Eu já devo ter perdido a conta do número de adaptações diretas que a peça de Shakespeare já teve. Só em Hollywood a versão mais recente data de sete anos atrás com Macbeth: Ambição e Guerra (2015) estrelado por Michael Fassbender. Com tantas versões diferentes, o que mais me atraiu para este A Tragédia de Macbeth (disponível na AppleTV+) nem foi o elenco cheio de nomes como Denzel Washington e Frances McDormand, mas a direção de Joel Coen, já que ele, ao lado do irmão Ethan, fez alguns de meus filmes favoritos.

A trama provavelmente é conhecida por todos. O nobre escocês Macbeth (Denzel Washington) recebe de três bruxas a profecia de que irá virar o próximo rei da Escócia. Ao lado da esposa, Lady Macbeth (Frances McDormand), ele monta um ardil para matar o rei e tomar a coroa, mas se manter no poder não será fácil, com a culpa e a paranoia pairando sobre o casal.


Todo filmado em preto e branco com uma fotografia repleta de névoa e sombras que dão um caráter fantasmagórico às imagens, contribuindo para a impressão de que forças etéreas estão enredando as vidas daquelas pessoas. Há algo que remete ao modo como Dryer (do seminal A Paixão de Joana D’Arc) usava iluminação. Além disso as sombras, os sets curvos e angulosos e a maneira como a câmera enquadra esses espaços por vezes dá a esses cenários uma aparência deformada, assimétrica, como formas saídas de um pesadelo ou delírio febril, que remetem ao expressionismo alemão e ajudam a transmitir o estado de deturpação moral dos protagonistas.

O som é outro elemento usado para ilustrar o estado de Macbeth e da esposa, com repetidos sons de gotas, martelando a mente dos personagens pelo tanto de sangue que derramaram em nome do poder, ou sons de passos refletindo a paranoia de ter alguém sempre à espreita querendo usurpar o poder. Mais que isso, esses sons cujas fontes nunca vemos (Michel Chion chamaria de acusmático) ilustram a culpa que os acomete e deixam evidente para o espectador como essa culpa não deixa o pensamento deles.
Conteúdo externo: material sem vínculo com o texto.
import type { EntityManager } from '@mikro-orm/postgresql';
import { ConsumableInstall } from '../station/consumable.entity';
import { Machine } from '../machines/machine.entity';
import { torchMeters } from '../station/station.service';
import { listPartTypes } from '../stock/part-types.service';
import { onOrderByPart } from './purchasing.service';
import type { Principal } from '../../http/principal';
import { suggestedOrder } from '../../../shared/domain/stock';
import { toCsv } from '../../../shared/domain/csv';
import type { SuggestedOrderRow } from '../../../shared/schemas/purchasing';

/** Days of counter readings a torch's usage rate is taken over. */
const RATE_WINDOW_DAYS = 28;

/**
 * Counter advance per calendar day of each meter over the last RATE_WINDOW_DAYS days (first to
 * latest reading in the window, at least a day apart); none across a counter reset.
 */
async function ratesPerDay(em: EntityManager, meterIds: string[]): Promise<Map<string, number>> {
  const out = new Map<string, number>();
  if (meterIds.length === 0) return out;
  const rows: { meter_id: string; advance: number; days: number; reset: boolean }[] = await em.execute(
    `select meter_id,
            (array_agg(value order by read_at desc))[1] - (array_agg(value order by read_at asc))[1] as advance,
            extract(epoch from max(read_at) - min(read_at)) / 86400 as days,
            bool_or(is_reset) as reset
       from meter_reading
      where meter_id = any(?::uuid[]) and read_at > now() - make_interval(days => ?)
      group by 1`,
    [`{${meterIds.join(',')}}`, RATE_WINDOW_DAYS],
  );
  for (const r of rows) if (!r.reset && Number(r.days) >= 1 && Number(r.advance) >= 0) out.set(r.meter_id, Number(r.advance) / Number(r.days));
  return out;
}

/**
 * What to order now to last the next `weeks` weeks. Torch consumables: the arc starts (or arc
 * hours) each torch is expected to run, from its counter's rate, ÷ the part's expected life;
 * other parts: their mean daily use. Plus the reorder point, less on hand, on order and already
 * requested, in whole packs and at least the supplier's minimum (shared/domain/stock.ts).
 */
export async function suggestedOrders(em: EntityManager, who: Principal, weeks: number): Promise<SuggestedOrderRow[]> {
  const days = weeks * 7;
  const parts = await listPartTypes(em, who);
  const installs = await em.find(ConsumableInstall, { removedAt: null }, { fields: ['id', 'torch', 'partType'] });
  const torchIds = [...new Set(installs.map((i) => i.torch.id))];
  const torches = torchIds.length ? await em.find(Machine, { id: { $in: torchIds } }) : [];
  const meters = await torchMeters(em, torches);
  const meterIds = [...meters.values()].flatMap((m) => [m.starts?.id, m.arcHours?.id]).filter((x): x is string => !!x);
  const rates = await ratesPerDay(em, meterIds);
  const ordered = await onOrderByPart(
    em,
    who.orgId,
    parts.map((p) => p.id),
  );
  const out: SuggestedOrderRow[] = [];
  for (const p of parts) {
    let expectedUse = p.usagePerDay * days;
    let basis: SuggestedOrderRow['basis'] = 'daily-use';
    if ((p.lifeUnit === 'starts' || p.lifeUnit === 'arc-hours') && p.expectedLife) {
      const rate = installs
        .filter((i) => i.partType.id === p.id)
        .map((i) => {
          const m = meters.get(i.torch.id);
          const id = p.lifeUnit === 'starts' ? m?.starts?.id : m?.arcHours?.id;
          return id ? rates.get(id) : undefined;
        })
        .filter((r): r is number => r !== undefined);
      if (rate.length) {
        expectedUse = (rate.reduce((s, r) => s + r, 0) * days) / p.expectedLife;
        basis = p.lifeUnit === 'starts' ? 'arc-starts' : 'arc-hours';
      }
    }
    const pending = ordered.get(p.id)?.pending ?? 0;
    const { quantity } = suggestedOrder({
      expectedUse,
      reorderPoint: p.reorderPoint,
      onHand: p.onHand,
      onOrder: p.onOrder + pending,
      packSize: p.packSize,
      minOrderQty: p.minOrderQty,
    });
    if (quantity <= 0) continue;
    out.push({
      partTypeId: p.id,
      partNumber: p.partNumber,
      name: p.name,
      supplier: p.supplierName,
      stockUnit: p.stockUnit,
      expectedUse,
      basis,
      onHand: p.onHand,
      onOrder: p.onOrder,
      pending,
      reorderPoint: p.reorderPoint,
      packSize: p.packSize,
      minOrderQty: p.minOrderQty,
      quantity,
      unitCost: p.unitCost,
    });
  }
  return out.sort((a, b) => (a.supplier ?? '~').localeCompare(b.supplier ?? '~') || a.partNumber.localeCompare(b.partNumber));
}

export function suggestionsCsv(rows: SuggestedOrderRow[]): string {
  return toCsv(
    [
      'Supplier',
      'Part number',
      'Name',
      'Quantity',
      'Unit',
      'Pack size',
      'Minimum order',
      'Expected use',
      'Based on',
      'On hand',
      'On order',
      'Requested',
      'Reorder point',
      'Unit cost',
      'Line cost',
    ],
    rows.map((r) => [
      r.supplier ?? '',
      r.partNumber,
      r.name,
      r.quantity,
      r.stockUnit,
      r.packSize,
      r.minOrderQty,
      Math.round(r.expectedUse * 10) / 10,
      r.basis,
      r.onHand,
      r.onOrder,
      r.pending,
      r.reorderPoint,
      r.unitCost,
      Math.round(r.quantity * r.unitCost * 100) / 100,
    ]),
  );
}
Apesar de todos os méritos estéticos, é o elenco que dá sustentação ao peso dramático da trama e à degradação que atinge os protagonistas. Denzel Washington faz de Macbeth um sujeito confiante, bruto e ardiloso, mas que aos poucos, conforme comete atrocidades para se manter no poder, vai ficando cada vez mais instável. É interessante que toda a personalidade que Washington traz ao personagem também está presente na maneira como o ator se move durante as cenas de luta. Os movimentos de Macbeth são diretos, econômicos e ele não se furta a usar truques sujos (como jogar sangue no rosto de um oponente para distraí-lo) para vencer.

De maneira semelhante, o trabalho de Frances McDormand é mostrar como a ambição resoluta da Lady Macbeth vão dando lugar à loucura conforme ela se torna incapaz de se afastar da mácula sanguinolenta de sua conduta. Ao final, McDormand é quase uma morta viva, vagando pelos salões em um pranto desesperado e lamurioso como se fosse uma assombração. Além do casal principal, é preciso destacar a performance sinistra de Kathryn Hunter como as três bruxas e a intensidade que Corey Hawkins traz a Macduff.

Com uma fotografia que remete ao cinema de outrora convocando o caráter etéreo e atemporal de sua história, além de excelente elenco, A Tragédia de Macbeth consegue traduzir muito bem o senso de perdição do texto shakespeariano.